Saved data entries
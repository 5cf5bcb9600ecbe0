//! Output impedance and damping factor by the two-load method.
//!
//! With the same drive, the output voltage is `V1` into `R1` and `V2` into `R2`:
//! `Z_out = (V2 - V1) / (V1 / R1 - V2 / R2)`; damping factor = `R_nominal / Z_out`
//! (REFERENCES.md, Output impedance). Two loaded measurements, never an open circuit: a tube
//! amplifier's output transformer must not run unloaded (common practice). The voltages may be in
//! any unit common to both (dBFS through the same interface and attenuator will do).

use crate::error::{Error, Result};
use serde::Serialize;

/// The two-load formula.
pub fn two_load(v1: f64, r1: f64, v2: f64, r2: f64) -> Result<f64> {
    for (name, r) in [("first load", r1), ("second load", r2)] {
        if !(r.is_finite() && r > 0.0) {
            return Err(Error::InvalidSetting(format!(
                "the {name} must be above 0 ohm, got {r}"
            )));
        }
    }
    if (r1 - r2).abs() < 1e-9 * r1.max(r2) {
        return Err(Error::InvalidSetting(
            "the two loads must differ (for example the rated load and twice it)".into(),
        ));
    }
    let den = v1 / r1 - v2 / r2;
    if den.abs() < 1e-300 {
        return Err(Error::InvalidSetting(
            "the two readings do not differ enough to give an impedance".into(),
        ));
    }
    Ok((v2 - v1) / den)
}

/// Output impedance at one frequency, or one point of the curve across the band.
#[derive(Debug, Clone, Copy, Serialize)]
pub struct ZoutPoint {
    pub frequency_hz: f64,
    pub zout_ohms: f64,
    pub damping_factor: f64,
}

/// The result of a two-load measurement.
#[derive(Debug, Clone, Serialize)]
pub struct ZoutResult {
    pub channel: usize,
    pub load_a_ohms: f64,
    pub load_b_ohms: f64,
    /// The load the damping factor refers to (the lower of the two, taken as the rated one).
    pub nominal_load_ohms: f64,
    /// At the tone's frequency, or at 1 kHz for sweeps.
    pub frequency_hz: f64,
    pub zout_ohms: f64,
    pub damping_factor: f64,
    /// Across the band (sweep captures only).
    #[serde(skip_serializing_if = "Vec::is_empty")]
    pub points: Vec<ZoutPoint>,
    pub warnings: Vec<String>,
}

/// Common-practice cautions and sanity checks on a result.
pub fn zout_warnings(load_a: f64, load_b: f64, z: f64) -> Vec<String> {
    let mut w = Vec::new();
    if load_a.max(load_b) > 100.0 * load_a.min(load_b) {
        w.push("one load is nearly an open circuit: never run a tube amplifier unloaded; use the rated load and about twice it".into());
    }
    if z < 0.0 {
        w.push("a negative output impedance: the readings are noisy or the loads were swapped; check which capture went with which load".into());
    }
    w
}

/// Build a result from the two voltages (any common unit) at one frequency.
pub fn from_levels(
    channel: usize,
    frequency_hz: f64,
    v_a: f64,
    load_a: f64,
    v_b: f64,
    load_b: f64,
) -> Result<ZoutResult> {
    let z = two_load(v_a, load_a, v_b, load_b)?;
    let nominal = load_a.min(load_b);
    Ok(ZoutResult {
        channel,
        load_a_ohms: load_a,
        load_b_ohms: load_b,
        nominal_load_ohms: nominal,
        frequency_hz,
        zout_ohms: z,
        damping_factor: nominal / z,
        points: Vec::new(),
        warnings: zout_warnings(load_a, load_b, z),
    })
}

--

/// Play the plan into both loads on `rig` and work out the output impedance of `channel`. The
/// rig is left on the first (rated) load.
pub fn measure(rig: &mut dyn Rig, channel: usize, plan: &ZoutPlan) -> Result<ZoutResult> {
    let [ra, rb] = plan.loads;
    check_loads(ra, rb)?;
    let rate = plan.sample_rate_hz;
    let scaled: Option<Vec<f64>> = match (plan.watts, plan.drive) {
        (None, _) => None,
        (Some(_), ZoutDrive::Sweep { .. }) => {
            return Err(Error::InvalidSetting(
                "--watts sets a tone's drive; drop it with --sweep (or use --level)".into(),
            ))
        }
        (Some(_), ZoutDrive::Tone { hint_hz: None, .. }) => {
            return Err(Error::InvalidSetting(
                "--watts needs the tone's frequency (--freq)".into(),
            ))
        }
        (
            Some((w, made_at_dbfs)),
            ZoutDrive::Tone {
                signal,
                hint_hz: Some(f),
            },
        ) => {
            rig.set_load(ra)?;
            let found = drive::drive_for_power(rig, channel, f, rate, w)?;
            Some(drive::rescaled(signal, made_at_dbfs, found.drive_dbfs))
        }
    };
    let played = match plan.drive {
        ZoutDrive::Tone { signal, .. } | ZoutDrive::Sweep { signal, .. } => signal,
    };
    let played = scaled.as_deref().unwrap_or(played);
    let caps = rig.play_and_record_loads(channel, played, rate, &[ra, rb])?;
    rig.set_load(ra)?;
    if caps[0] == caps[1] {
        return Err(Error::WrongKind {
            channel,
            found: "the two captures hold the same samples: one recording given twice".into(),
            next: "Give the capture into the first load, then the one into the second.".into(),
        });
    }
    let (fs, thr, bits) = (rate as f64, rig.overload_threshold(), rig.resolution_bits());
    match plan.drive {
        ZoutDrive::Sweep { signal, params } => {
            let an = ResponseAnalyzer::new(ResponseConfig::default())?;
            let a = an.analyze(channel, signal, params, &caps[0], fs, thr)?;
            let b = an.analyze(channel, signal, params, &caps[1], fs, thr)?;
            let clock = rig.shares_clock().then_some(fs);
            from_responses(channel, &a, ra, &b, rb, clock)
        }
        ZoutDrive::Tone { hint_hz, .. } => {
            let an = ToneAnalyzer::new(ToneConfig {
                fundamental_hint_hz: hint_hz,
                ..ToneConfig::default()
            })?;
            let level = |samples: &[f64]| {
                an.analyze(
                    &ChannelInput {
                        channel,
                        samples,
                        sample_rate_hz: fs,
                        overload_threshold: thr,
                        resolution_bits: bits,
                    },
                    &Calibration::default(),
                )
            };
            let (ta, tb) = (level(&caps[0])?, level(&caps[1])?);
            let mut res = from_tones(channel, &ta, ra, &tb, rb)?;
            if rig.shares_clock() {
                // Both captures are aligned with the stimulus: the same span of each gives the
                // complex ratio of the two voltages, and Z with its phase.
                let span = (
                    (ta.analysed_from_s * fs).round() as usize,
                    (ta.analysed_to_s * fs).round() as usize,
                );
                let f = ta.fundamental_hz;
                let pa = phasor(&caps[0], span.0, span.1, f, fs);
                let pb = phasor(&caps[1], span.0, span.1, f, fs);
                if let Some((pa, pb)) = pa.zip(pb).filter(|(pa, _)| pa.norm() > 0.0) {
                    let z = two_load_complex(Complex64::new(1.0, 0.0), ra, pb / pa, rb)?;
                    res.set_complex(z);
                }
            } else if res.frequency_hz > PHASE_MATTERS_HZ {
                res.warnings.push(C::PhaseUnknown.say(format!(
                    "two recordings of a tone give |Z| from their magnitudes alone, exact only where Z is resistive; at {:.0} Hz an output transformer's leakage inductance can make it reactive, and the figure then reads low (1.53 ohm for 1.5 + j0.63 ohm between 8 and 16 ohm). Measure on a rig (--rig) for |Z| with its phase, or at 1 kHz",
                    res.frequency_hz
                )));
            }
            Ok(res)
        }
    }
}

Work to complete:
Would you copy each line of the records that contains "differ"?

Answer space:
            "the two loads must differ (for example the rated load and twice it)".into(),
            "the two readings do not differ enough to give an impedance".into(),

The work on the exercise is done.